Pundits stress necessity of wastewater treatment, pricing schemes

By Johanna Montanari - Aug 08,2019 - Last updated at Aug 08,2019

In this undated photo, an aerial view of the King Talal Dam in Jerash, some 50km north of Amman, can be seen (Photo by Amjad Ghsoun)

AMMAN — Jordan is among 17 countries facing “extremely high” levels of baseline water stress, where irrigated agriculture, industries and municipalities withdraw more than 80 per cent of their available supply on average every year, a recently published report said.

Water withdrawals have more than doubled globally since the 1960s due to growing demand which “shows no signs of slowing down”, a report on global water developments published on Tuesday by the World Resources Institute (WRI) said.

The WRI, a global research organisation that spans more than 60 countries with a main office in Washington, DC, gives the example of reservoirs in Chennai, India’s sixth-largest city, which are nearly dry, adding: “We’re seeing more and more communities facing their own ‘Day Zeros’ and other crises.”

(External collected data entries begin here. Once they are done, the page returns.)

class Term(BaseModel):
    """An LS term, optionally with its J: ``5D4``, ``2P°1/2``, ``4S°3/2``, ``3P``.

    >>> t = parse_term("2P°1/2")
    >>> t.multiplicity, t.L, t.parity, t.J, t.S
    (2, 1, 'odd', Fraction(1, 2), Fraction(1, 2))
    >>> str(Term(multiplicity=5, L=2, J=4))
    '5D4'
    """

    # A later level-designation layer may add an optional seniority/ordering prefix
    # (``a``, ``z``, ``(2D)``) as a further field with an empty default; equality of the
    # fields below must keep meaning "same LS term".
    model_config = ConfigDict(frozen=True, extra="forbid")

    multiplicity: int = Field(ge=1, description="2S + 1")
    L: int = Field(ge=0, description="total orbital angular momentum quantum number")
    parity: Parity = "even"
    J: Fraction | None = Field(default=None, description="total angular momentum, if known")

    @model_validator(mode="before")
    @classmethod
    def _from_text(cls, data: Any) -> Any:
        if isinstance(data, str):
            try:
                term = parse_term(data)
            except ConfspecError as err:
                raise PydanticCustomError(err.code, "{message}", {"message": err.message}
                                          ) from None
            if not isinstance(term, Term):
                raise PydanticCustomError("term-syntax", "a jK term is not an LS term")
            return {"multiplicity": term.multiplicity, "L": term.L, "parity": term.parity,
                    "J": term.J}
        return data

    @model_validator(mode="after")
    def _check_j(self) -> Term:
        problem = _j_problem(self.multiplicity, self.L, self.J)
        if problem is not None:
            raise PydanticCustomError("invalid-term", "{message}", {"message": problem})
        return self

    # -- derived quantities --------------------------------------------------------------
    @property
    def S(self) -> Fraction:
        """Total spin: (multiplicity − 1) / 2."""
        return Fraction(self.multiplicity - 1, 2)

    @property
    def letter(self) -> str:
        """``"D"`` for L = 2; ``"[17]"`` beyond the letters in use."""
        orbital = self.L
        return TERM_LETTERS[orbital] if orbital < len(TERM_LETTERS) else f"[{orbital}]"

    @property
    def is_odd(self) -> bool:
        return self.parity == "odd"

    @property
    def weight(self) -> int:
        """Statistical weight: 2J + 1 for a level, (2S + 1)(2L + 1) for a whole term."""
        if self.J is not None:
            return int(2 * self.J + 1)
        return self.multiplicity * (2 * self.L + 1)

    def allowed_j(self) -> tuple[Fraction, ...]:
        """|L − S|, |L − S| + 1, ..., L + S."""
        return _j_values(self.multiplicity, self.L)

    def with_j(self, J: Fraction | int | str | None) -> Term:
        """The same term with a (validated) J."""
        return Term(multiplicity=self.multiplicity, L=self.L, parity=self.parity,
                    J=None if J is None else Fraction(J))

    def without_j(self) -> Term:
        return make_term(self.multiplicity, self.L, self.parity, None)

    @property
    def sort_key(self) -> tuple[int, int, int, Fraction]:
        """Conventional listing order: high multiplicity first, then high L, then J."""
        return (-self.multiplicity, -self.L, self.is_odd,
                Fraction(-1) if self.J is None else self.J)

    # -- notation ------------------------------------------------------------------------
    def format(self, style: str = "plain") -> str:
        """``plain`` 2P°1/2, ``ascii`` 2Po1/2, ``unicode`` ²P°₁/₂, ``latex``
        ^{2}P^{\\circ}_{1/2}, ``html`` <sup>2</sup>P<sup>o</sup><sub>1/2</sub>.

        Every style reads back with :func:`parse_term`.
        """
        mult, letter = str(self.multiplicity), self.letter
        j = "" if self.J is None else j_text(self.J)
        if style == "plain":
            return f"{mult}{letter}{'°' if self.is_odd else ''}{j}"
        if style == "ascii":
            return f"{mult}{letter}{'o' if self.is_odd else ''}{j}"
        if style == "unicode":
            return (mult.translate(TO_SUPERSCRIPT) + letter + ("°" if self.is_odd else "")
                    + j.translate(TO_SUBSCRIPT))
        if style == "latex":
            return (f"^{{{mult}}}\\mathrm{{{letter}}}" + ("^{\\circ}" if self.is_odd else "")
                    + (f"_{{{j}}}" if j else ""))
        if style == "html":
            return (f"<sup>{mult}</sup>{letter}" + ("<sup>o</sup>" if self.is_odd else "")
                    + (f"<sub>{j}</sub>" if j else ""))
        raise ConfspecSyntaxError(
            "unknown-option", f"unknown term style {style!r}; use one of: "
            + ", ".join(TERM_STYLES))

    def __format__(self, spec: str) -> str:
        return self.format(spec) if spec else str(self)

    def __str__(self) -> str:
        return self.format()

    def __repr__(self) -> str:
        return f"Term('{self}')"

    def _repr_latex_(self) -> str:
        return "$" + self.format("latex") + "$"


TERM_STYLES = ("plain", "ascii", "unicode", "latex", "html")


class JKTerm(BaseModel):
    """A level in jK (J1K) coupling, as NIST ASD writes the noble gases: ``2[3/2]°2``.

    The core's J1 couples with the outer electron's l to K; K couples with the outer spin s
    to J. ``multiplicity`` is 2s + 1 of the outer electron(s).

    >>> t = parse_term("2[3/2]°2")
    >>> t.K, t.J, t.parity, [str(j) for j in t.allowed_j()]
    (Fraction(3, 2), Fraction(2, 1), 'odd', ['1', '2'])
    """

    model_config = ConfigDict(frozen=True, extra="forbid")

    multiplicity: int = Field(ge=1, description="2s + 1 of the outer electron(s)")
    K: Fraction = Field(description="J1 + l of the outer electron, coupled")
    parity: Parity = "even"
    J: Fraction | None = None

    @model_validator(mode="after")
    def _check_j(self) -> JKTerm:
        if self.J is not None and self.J not in self.allowed_j():
            raise PydanticCustomError("invalid-term", "J must be K ± s")
        return self

    @property
    def S(self) -> Fraction:
        return Fraction(self.multiplicity - 1, 2)

    @property
    def is_odd(self) -> bool:
        return self.parity == "odd"

    def allowed_j(self) -> tuple[Fraction, ...]:
        """|K − s| … K + s."""
        low, high = abs(self.K - self.S), self.K + self.S
        return tuple(low + k for k in range(int(high - low) + 1))

    def without_j(self) -> JKTerm:
        return JKTerm.model_construct(multiplicity=self.multiplicity, K=self.K,
                                      parity=self.parity, J=None)

    def format(self, style: str = "plain") -> str:
        K = j_text(self.K)
        j = "" if self.J is None else j_text(self.J)
        mark = ("°" if style in ("plain", "unicode") else "o") if self.is_odd else ""
        if style == "latex":
            return f"^{{{self.multiplicity}}}[{K}]" + ("^{o}" if self.is_odd else "") + (
                f"_{{{j}}}" if j else "")
        if style == "html":
            return f"<sup>{self.multiplicity}</sup>[{K}]" + (
                "<sup>o</sup>" if self.is_odd else "") + (f"<sub>{j}</sub>" if j else "")
        if style not in TERM_STYLES:
            raise ConfspecSyntaxError("unknown-option", f"unknown term style {style!r}")
        return f"{self.multiplicity}[{K}]{mark}{j}"

    def __str__(self) -> str:
        return self.format()

    def __repr__(self) -> str:
        return f"JKTerm('{self}')"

Omar Shoshan, chairman of the Jordan Environmental Union, which represents 10 environmental NGOs, confirms this in regards to Jordan, which is ranked the fifth most water-stressed country in the world by the WRI. 

“We are very close to Day Zero,” he told The Jordan Times.

Despite the high amount of rain the Kingdom witnessed earlier this year, the situation is a lot worse than expected, he said.

WRI produces national and sub-national estimates of water stress to “help decision makers better understand exposure to water challenges”. 

Water does “not follow boundaries set by humans”, the report said, noting that for this reason, most water-related information is collected at a watershed or sub-watershed scale, the institute said.

“Yet, the policy decisions required to reverse water stress — like setting withdrawal caps, encouraging wastewater treatment and establishing pricing schemes — primarily take place at an administrative scale, such as at a country, state or provincial level,” the institute said.

Twelve out of the 17 most water-stressed countries are in the Middle East and North Africa (MENA) region, according to the institute.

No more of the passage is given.